ACTIVITY:
Set the data down again so that every line matches exactly.

**** GIVEN RECORDS

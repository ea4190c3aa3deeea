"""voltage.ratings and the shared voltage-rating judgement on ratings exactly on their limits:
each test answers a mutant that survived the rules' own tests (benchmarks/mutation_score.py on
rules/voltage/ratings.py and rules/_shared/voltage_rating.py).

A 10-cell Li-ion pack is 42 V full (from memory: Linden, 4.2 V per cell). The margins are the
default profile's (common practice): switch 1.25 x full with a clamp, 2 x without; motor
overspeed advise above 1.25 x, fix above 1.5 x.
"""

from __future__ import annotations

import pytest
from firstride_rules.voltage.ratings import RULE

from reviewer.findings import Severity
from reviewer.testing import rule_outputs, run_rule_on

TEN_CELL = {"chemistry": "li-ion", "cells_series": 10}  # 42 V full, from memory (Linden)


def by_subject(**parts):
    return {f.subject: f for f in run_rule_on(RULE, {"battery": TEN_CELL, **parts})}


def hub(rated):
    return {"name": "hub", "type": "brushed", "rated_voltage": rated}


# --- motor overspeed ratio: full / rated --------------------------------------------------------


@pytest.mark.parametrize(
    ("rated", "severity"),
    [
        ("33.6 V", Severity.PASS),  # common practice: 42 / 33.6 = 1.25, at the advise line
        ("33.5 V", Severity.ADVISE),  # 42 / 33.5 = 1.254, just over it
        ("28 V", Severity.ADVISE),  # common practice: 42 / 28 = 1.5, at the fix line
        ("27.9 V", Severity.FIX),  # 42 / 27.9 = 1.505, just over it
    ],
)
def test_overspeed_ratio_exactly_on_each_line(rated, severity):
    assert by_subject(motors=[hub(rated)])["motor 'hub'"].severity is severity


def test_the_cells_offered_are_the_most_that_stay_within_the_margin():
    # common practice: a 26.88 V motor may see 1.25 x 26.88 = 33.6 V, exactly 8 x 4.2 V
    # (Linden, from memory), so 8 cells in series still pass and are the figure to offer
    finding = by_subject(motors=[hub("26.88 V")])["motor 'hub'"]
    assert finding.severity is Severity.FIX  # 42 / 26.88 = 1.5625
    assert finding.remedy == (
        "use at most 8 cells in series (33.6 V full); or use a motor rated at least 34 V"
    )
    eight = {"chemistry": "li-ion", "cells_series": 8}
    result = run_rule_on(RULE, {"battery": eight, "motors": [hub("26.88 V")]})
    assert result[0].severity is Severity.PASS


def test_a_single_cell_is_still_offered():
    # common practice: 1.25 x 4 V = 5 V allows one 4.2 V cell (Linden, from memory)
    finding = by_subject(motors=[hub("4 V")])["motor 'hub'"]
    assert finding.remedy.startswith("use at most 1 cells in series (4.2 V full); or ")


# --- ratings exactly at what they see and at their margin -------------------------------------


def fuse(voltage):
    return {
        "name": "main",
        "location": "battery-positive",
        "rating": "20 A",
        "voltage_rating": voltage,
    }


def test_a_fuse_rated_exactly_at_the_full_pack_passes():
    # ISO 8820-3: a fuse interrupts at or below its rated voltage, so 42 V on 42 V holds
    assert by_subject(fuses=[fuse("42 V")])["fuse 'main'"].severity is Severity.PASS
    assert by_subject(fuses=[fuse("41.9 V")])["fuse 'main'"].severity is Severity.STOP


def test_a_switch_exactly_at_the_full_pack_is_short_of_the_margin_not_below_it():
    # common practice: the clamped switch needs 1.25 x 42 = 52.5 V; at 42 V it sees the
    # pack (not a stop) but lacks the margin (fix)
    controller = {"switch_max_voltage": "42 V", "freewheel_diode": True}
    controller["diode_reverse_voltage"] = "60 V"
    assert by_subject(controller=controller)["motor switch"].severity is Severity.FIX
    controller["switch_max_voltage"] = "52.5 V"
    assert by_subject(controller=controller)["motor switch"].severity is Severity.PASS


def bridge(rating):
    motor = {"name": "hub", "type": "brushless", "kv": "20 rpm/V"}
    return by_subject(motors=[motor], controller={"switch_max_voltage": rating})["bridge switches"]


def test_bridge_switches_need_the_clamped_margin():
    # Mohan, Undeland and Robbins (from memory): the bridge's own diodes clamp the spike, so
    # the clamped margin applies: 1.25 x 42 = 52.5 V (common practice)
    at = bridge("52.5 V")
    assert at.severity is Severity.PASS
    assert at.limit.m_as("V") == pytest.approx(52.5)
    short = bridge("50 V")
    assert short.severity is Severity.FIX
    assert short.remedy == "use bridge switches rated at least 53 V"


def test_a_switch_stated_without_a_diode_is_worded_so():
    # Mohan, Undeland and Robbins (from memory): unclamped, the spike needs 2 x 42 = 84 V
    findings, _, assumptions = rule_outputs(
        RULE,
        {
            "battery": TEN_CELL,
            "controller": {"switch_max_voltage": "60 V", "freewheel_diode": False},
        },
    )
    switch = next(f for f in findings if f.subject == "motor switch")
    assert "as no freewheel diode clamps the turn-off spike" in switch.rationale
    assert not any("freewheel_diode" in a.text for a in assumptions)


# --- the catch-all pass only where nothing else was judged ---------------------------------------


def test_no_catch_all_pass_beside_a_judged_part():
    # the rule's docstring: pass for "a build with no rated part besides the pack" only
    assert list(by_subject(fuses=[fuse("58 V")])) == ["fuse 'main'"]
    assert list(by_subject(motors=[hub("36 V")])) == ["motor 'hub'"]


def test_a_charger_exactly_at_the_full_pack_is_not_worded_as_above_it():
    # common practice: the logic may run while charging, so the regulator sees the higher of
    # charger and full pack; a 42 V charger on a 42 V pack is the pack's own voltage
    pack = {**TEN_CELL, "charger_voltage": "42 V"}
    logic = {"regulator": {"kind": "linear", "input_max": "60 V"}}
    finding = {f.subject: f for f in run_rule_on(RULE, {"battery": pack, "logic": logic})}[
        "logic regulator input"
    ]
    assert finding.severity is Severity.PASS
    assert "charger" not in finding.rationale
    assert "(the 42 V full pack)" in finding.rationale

********

SOLUTION TO THIS TASK:
repository ea4190c3aa3deeea
"""voltage.ratings and the shared voltage-rating judgement on ratings exactly on their limits:
each test answers a mutant that survived the rules' own tests (benchmarks/mutation_score.py on
rules/voltage/ratings.py and rules/_shared/voltage_rating.py).

A 10-cell Li-ion pack is 42 V full (from memory: Linden, 4.2 V per cell). The margins are the
default profile's (common practice): switch 1.25 x full with a clamp, 2 x without; motor
overspeed advise above 1.25 x, fix above 1.5 x.
"""

from __future__ import annotations

import pytest
from firstride_rules.voltage.ratings import RULE

from reviewer.findings import Severity
from reviewer.testing import rule_outputs, run_rule_on

TEN_CELL = {"chemistry": "li-ion", "cells_series": 10}  # 42 V full, from memory (Linden)


def by_subject(**parts):
    return {f.subject: f for f in run_rule_on(RULE, {"battery": TEN_CELL, **parts})}


def hub(rated):
    return {"name": "hub", "type": "brushed", "rated_voltage": rated}


# --- motor overspeed ratio: full / rated --------------------------------------------------------


@pytest.mark.parametrize(
    ("rated", "severity"),
    [
        ("33.6 V", Severity.PASS),  # common practice: 42 / 33.6 = 1.25, at the advise line
        ("33.5 V", Severity.ADVISE),  # 42 / 33.5 = 1.254, just over it
        ("28 V", Severity.ADVISE),  # common practice: 42 / 28 = 1.5, at the fix line
        ("27.9 V", Severity.FIX),  # 42 / 27.9 = 1.505, just over it
    ],
)
def test_overspeed_ratio_exactly_on_each_line(rated, severity):
    assert by_subject(motors=[hub(rated)])["motor 'hub'"].severity is severity


def test_the_cells_offered_are_the_most_that_stay_within_the_margin():
    # common practice: a 26.88 V motor may see 1.25 x 26.88 = 33.6 V, exactly 8 x 4.2 V
    # (Linden, from memory), so 8 cells in series still pass and are the figure to offer
    finding = by_subject(motors=[hub("26.88 V")])["motor 'hub'"]
    assert finding.severity is Severity.FIX  # 42 / 26.88 = 1.5625
    assert finding.remedy == (
        "use at most 8 cells in series (33.6 V full); or use a motor rated at least 34 V"
    )
    eight = {"chemistry": "li-ion", "cells_series": 8}
    result = run_rule_on(RULE, {"battery": eight, "motors": [hub("26.88 V")]})
    assert result[0].severity is Severity.PASS


def test_a_single_cell_is_still_offered():
    # common practice: 1.25 x 4 V = 5 V allows one 4.2 V cell (Linden, from memory)
    finding = by_subject(motors=[hub("4 V")])["motor 'hub'"]
    assert finding.remedy.startswith("use at most 1 cells in series (4.2 V full); or ")


# --- ratings exactly at what they see and at their margin -------------------------------------


def fuse(voltage):
    return {
        "name": "main",
        "location": "battery-positive",
        "rating": "20 A",
        "voltage_rating": voltage,
    }


def test_a_fuse_rated_exactly_at_the_full_pack_passes():
    # ISO 8820-3: a fuse interrupts at or below its rated voltage, so 42 V on 42 V holds
    assert by_subject(fuses=[fuse("42 V")])["fuse 'main'"].severity is Severity.PASS
    assert by_subject(fuses=[fuse("41.9 V")])["fuse 'main'"].severity is Severity.STOP


def test_a_switch_exactly_at_the_full_pack_is_short_of_the_margin_not_below_it():
    # common practice: the clamped switch needs 1.25 x 42 = 52.5 V; at 42 V it sees the
    # pack (not a stop) but lacks the margin (fix)
    controller = {"switch_max_voltage": "42 V", "freewheel_diode": True}
    controller["diode_reverse_voltage"] = "60 V"
    assert by_subject(controller=controller)["motor switch"].severity is Severity.FIX
    controller["switch_max_voltage"] = "52.5 V"
    assert by_subject(controller=controller)["motor switch"].severity is Severity.PASS


def bridge(rating):
    motor = {"name": "hub", "type": "brushless", "kv": "20 rpm/V"}
    return by_subject(motors=[motor], controller={"switch_max_voltage": rating})["bridge switches"]


def test_bridge_switches_need_the_clamped_margin():
    # Mohan, Undeland and Robbins (from memory): the bridge's own diodes clamp the spike, so
    # the clamped margin applies: 1.25 x 42 = 52.5 V (common practice)
    at = bridge("52.5 V")
    assert at.severity is Severity.PASS
    assert at.limit.m_as("V") == pytest.approx(52.5)
    short = bridge("50 V")
    assert short.severity is Severity.FIX
    assert short.remedy == "use bridge switches rated at least 53 V"


def test_a_switch_stated_without_a_diode_is_worded_so():
    # Mohan, Undeland and Robbins (from memory): unclamped, the spike needs 2 x 42 = 84 V
    findings, _, assumptions = rule_outputs(
        RULE,
        {
            "battery": TEN_CELL,
            "controller": {"switch_max_voltage": "60 V", "freewheel_diode": False},
        },
    )
    switch = next(f for f in findings if f.subject == "motor switch")
    assert "as no freewheel diode clamps the turn-off spike" in switch.rationale
    assert not any("freewheel_diode" in a.text for a in assumptions)


# --- the catch-all pass only where nothing else was judged ---------------------------------------


def test_no_catch_all_pass_beside_a_judged_part():
    # the rule's docstring: pass for "a build with no rated part besides the pack" only
    assert list(by_subject(fuses=[fuse("58 V")])) == ["fuse 'main'"]
    assert list(by_subject(motors=[hub("36 V")])) == ["motor 'hub'"]


def test_a_charger_exactly_at_the_full_pack_is_not_worded_as_above_it():
    # common practice: the logic may run while charging, so the regulator sees the higher of
    # charger and full pack; a 42 V charger on a 42 V pack is the pack's own voltage
    pack = {**TEN_CELL, "charger_voltage": "42 V"}
    logic = {"regulator": {"kind": "linear", "input_max": "60 V"}}
    finding = {f.subject: f for f in run_rule_on(RULE, {"battery": pack, "logic": logic})}[
        "logic regulator input"
    ]
    assert finding.severity is Severity.PASS
    assert "charger" not in finding.rationale
    assert "(the 42 V full pack)" in finding.rationale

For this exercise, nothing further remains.